#### YOUR ASSIGNMENT:
Each line below from the one containing "# shades the" through the one containing "bottom = top - self.height" is to be given again exactly, and no line outside that span.

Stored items
........
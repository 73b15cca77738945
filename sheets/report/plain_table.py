"""A table of single-line cells, laid out by arithmetic and drawn with a handful of PDF operators.

Most long tables on the sheets (members, nodes, forces, reactions, checks) hold
short text and numbers, one line per cell. reportlab's Table lays out and draws
each cell on its own (a text object and a font look-up per cell, in every pass of
the build), which made a 20,000-member set take minutes. Here every body row has
the same height, so the rows that fit a page are found by division, and a piece
of the table is drawn as one text object, one path of grid lines and one fill
per colour. It looks as reportlab's table of ``tables._grid`` does: the same
fonts, sizes, padding, colours, widths and alignment; ``tables.table`` decides
which of the two a table gets.
"""

from __future__ import annotations

import math
from dataclasses import dataclass
from functools import cached_property
from weakref import WeakKeyDictionary

from reportlab.lib.rl_accel import escapePDF, fp_str
from reportlab.pdfbase.pdfmetrics import getFont
from reportlab.platypus import Flowable, Paragraph

from sheets.report.document import layout_only


@dataclass(frozen=True, eq=False)
class PlainLook:
    """What every piece of one table shares: type, padding, columns, caption and header."""

    font: str
    bold: str
    size: float
    leading: float
    pad: float  # top and bottom of every cell
    side: float  # left and right of every cell but the caption
    widths: tuple[float, ...]
    right: frozenset[int]  # right-aligned (numeric) columns
    header: tuple[Paragraph, ...]  # one per column, wrapped at its width
    caption: str
    continued: str  # the caption of the pieces after the first
    repeat: bool  # the caption and header on every piece
    line_width: float
    line_colour: object
    head_fill: object
    mark_fill: object
    text_colour: object
    space_after: float

    @cached_property
    def _starts(self) -> tuple[dict, dict | None]:
        """(cache of formatted starts of right-aligned text, a table that turns every digit into '0' if the
        font gives all digits one width: numbers of one shape, e.g. '-1,234.56', then share a start)."""
        font = getFont(self.font)
        same = len({font.stringWidth(d, 1.0) for d in "0123456789"}) == 1
        return {}, (str.maketrans("123456789", "000000000") if same else None)

    def right_start(self, column: int, end: float, text: str) -> str:
        """Where ``text`` starts, formatted, to end at ``end`` in ``column``."""
        cache, digits = self._starts
        key = (column, text.translate(digits) if digits else text)
        start = cache.get(key)
        if start is None:
            start = fp_str(end - getFont(self.font).stringWidth(text, self.size))
            if len(cache) < 100_000:  # shapes of numbers are few; other text need not be kept
                cache[key] = start
        return start

    @property
    def row_height(self) -> float:
        return self.leading + 2 * self.pad

    @cached_property  # the header paragraphs are wrapped once, at their column widths, and drawn as wrapped
    def header_heights(self) -> tuple[float, ...]:
        return tuple(p.wrap(w - 2 * self.side, 1e9)[1] for p, w in zip(self.header, self.widths))

    @property
    def header_height(self) -> float:
        return max(self.header_heights) + 2 * self.pad


class PlainTable(Flowable):
    """``rows`` of ``look``'s table (text and numbers, none longer than one line), under its caption and
    header; ``marked`` rows (indices into ``rows``) shaded. A piece after the first (``first`` False) carries
    the 'continued' caption, or neither caption nor header if the look does not repeat them."""

    def __init__(self, look: PlainLook, rows: list[list], marked: frozenset[int] = frozenset(), first: bool = True):
        super().__init__()
        self.look = look
        self.rows = rows
        self.marked = marked
        self.first = first
        self.hAlign = "LEFT"
        self.spaceAfter = look.space_after
        self._head = None

    def with_rows(self, rows: list[list]) -> PlainTable:
        """The same table (caption, header, widths) holding ``rows`` instead, unshaded."""
        return PlainTable(self.look, rows)

    @property
    def titled(self) -> bool:
        return self.first or self.look.repeat

    def heights(self) -> tuple[float, list[float]]:
        """(height of the caption and header rows, each body row's height)."""
        if self._head is None:
            self._head = (self.look.row_height + self.look.header_height) if self.titled else 0.0
        return self._head, [self.look.row_height] * len(self.rows)

    def wrap(self, aW, aH):
        head, _ = self.heights()
        self.width = sum(self.look.widths)
        self.height = head + self.look.row_height * len(self.rows)
        return self.width, self.height

    def split(self, aW, aH):
        head, _ = self.heights()
        step = self.look.row_height
        k = max(0, math.floor((aH - head) / step))
        while k > 0 and head + k * step > aH:  # the floor of a quotient can land one row high
            k -= 1
        if k == 0:
            return []  # not one row under the header: the table starts on the next page
        if k >= len(self.rows):
            return [self]
        top = PlainTable(self.look, self.rows[:k], frozenset(r for r in self.marked if r < k), self.first)
        top.spaceAfter = 0
        rest = PlainTable(self.look, self.rows[k:], frozenset(r - k for r in self.marked if r >= k), False)
        return [top, rest]

    def draw(self):
        canvas = self.canv
        if layout_only(canvas):
            return  # a pass that only finds where things land (see document.SheetDocument.multiBuild)
        look = self.look
        widths = look.widths
        edges = [0.0]
        for w in widths:
            edges.append(edges[-1] + w)
        total = edges[-1]
        step = look.row_height
        top = self.height
        head = look.header_height if self.titled else 0.0
        grid_top = top - (step if self.titled else 0.0)  # the caption row has no grid
        body_top = grid_top - head
        code = canvas._code  # reportlab's content stream of the page: operators appended in bulk
        canvas.saveState()
        # fills first, as reportlab's table paints its backgrounds under the text
        if self.titled:
            canvas.setFillColor(look.head_fill)
            code.append(f"{fp_str(0, body_top, total, head)} re f")
        if self.marked:
            canvas.setFillColor(look.mark_fill)
            code.append(" ".join(f"{fp_str(0, body_top - (r + 1) * step, total, step)} re" for r in sorted(self.marked)) + " f")
        canvas.setFillColor(look.text_colour)
        text = _TextWriter(canvas, look.size, look.leading)
        baseline = (step + look.leading) / 2 - look.size  # above a row's bottom: reportlab's middle alignment
        if self.titled:
            text.put(look.bold, fp_str(0.0, top - step + baseline), look.caption if self.first else look.continued)
        # a left-aligned cell starts at its column's edge; a right-aligned one ends at the next edge, and
        # starts where its text's width says (found once per shape of number: see PlainLook.right_start)
        starts = [fp_str(edges[c] + look.side) for c in range(len(widths))]
        ends = [edges[c + 1] - look.side if c in look.right else None for c in range(len(widths))]
        right_start = look.right_start
        put = text.writer(look.font)
        for i, row in enumerate(self.rows):
            y = " " + fp_str(body_top - (i + 1) * step + baseline)
            for c, (value, start, end) in enumerate(zip(row, starts, ends)):
                value = value if isinstance(value, str) else str(value)
                put((start if end is None else right_start(c, end, value)) + y, value)
        text.close()
        if self.titled:
            for p, x, h in zip(look.header, edges, look.header_heights):
                p.drawOn(canvas, x + look.side, body_top + (head - h) / 2)
        # the grid: each line stroked on its own, as reportlab does (where two strokes cross the viewer
        # shades the crossing twice; one path of every line would show lighter crossings), in one append
        canvas.setStrokeColor(look.line_colour)
        canvas.setLineWidth(look.line_width)
        canvas.setLineCap(1)
        canvas.setLineJoin(1)
        bottom = top - self.height
        ys = [grid_top] + ([body_top] if self.titled else []) + [body_top - (i + 1) * step for i in range(len(self.rows))]
        lines = [f"{fp_str(0, y)} m {fp_str(total, y)} l S" for y in ys]
        lines += [f"{fp_str(x, grid_top)} m {fp_str(x, bottom)} l S" for x in edges]
        code.append(" ".join(lines))
        canvas.restoreState()


class _TextWriter:
    """One PDF text object for many strings, each placed by its own text matrix, in embedded TrueType
    fonts. reportlab numbers a font's characters per document, in subsets of 256, as they are first
    used; ``_Codes`` keeps the first subset's codes as a translation table, so a string is encoded in
    one ``str.translate`` (reportlab's own route looks up every character in Python)."""

    def __init__(self, canvas, size: float, leading: float):
        self.canvas = canvas
        self.doc = canvas._doc
        self.codes = _CODES.setdefault(self.doc, {})
        self.tail = f" {fp_str(size)} Tf {fp_str(leading)} TL"
        self.current = None  # (font name, subset) selected in the text object
        self.parts = ["BT"]

    def _select(self, font, name: str, subset: int) -> None:
        if (name, subset) != self.current:
            self.parts.append(font.getSubsetInternalName(subset, self.doc) + self.tail)
            self.current = (name, subset)

    def writer(self, name: str):
        """``put`` for font ``name``, with the common case (every character in the first subset) inline."""
        codes = self._codes(name)
        parts, key, slow = self.parts, (name, 0), self.put

        def put(at: str, text: str) -> None:
            codes.missed = False
            encoded = text.translate(codes)
            if codes.missed or self.current != key:
                slow(name, at, text)
            else:
                parts.append(f"1 0 0 1 {at} Tm ({encoded}) Tj")
        return put

    def _codes(self, name: str) -> _Codes:
        codes = self.codes.get(name)
        if codes is None:
            codes = self.codes[name] = _Codes(getFont(name), self.doc)
        return codes

    def put(self, name: str, at: str, text: str) -> None:
        """``text`` in font ``name`` starting at ``at`` ('x y', formatted)."""
        codes = self._codes(name)
        codes.missed = False
        encoded = text.translate(codes)
        if not codes.missed:
            self._select(codes.font, name, 0)
            self.parts.append(f"1 0 0 1 {at} Tm ({encoded}) Tj")
            return
        self.parts.append(f"1 0 0 1 {at} Tm")
        for subset, chunk in codes.font.splitString(text, self.doc):
            self._select(codes.font, name, subset)
            self.parts.append(f"({escapePDF(chunk)}) Tj")

    def close(self) -> None:
        self.parts.append("ET")
        self.canvas._code.append(" ".join(self.parts))


class _Codes(dict):
    """ord(character) -> its code in the font's first subset in this document, escaped for a PDF string;
    filled on first use through reportlab (which assigns the code and embeds the glyph). A character of
    a later subset sets ``missed``: its string is then encoded by reportlab, subset by subset."""

    def __init__(self, font, doc):
        super().__init__()
        self.font = font
        self.doc = doc
        self.missed = False

    def __missing__(self, key: int) -> str:
        (subset, code), = self.font.splitString(chr(key), self.doc)
        if subset != 0:
            self.missed = True
            return ""
        self[key] = escaped = escapePDF(code)
        return escaped


_CODES: WeakKeyDictionary = WeakKeyDictionary()  # PDF document -> font name -> _Codes (one per document)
........
#### ANSWER SECTION:
        # shades the crossing twice; one path of every line would show lighter crossings), in one append
        canvas.setStrokeColor(look.line_colour)
        canvas.setLineWidth(look.line_width)
        canvas.setLineCap(1)
        canvas.setLineJoin(1)
        bottom = top - self.height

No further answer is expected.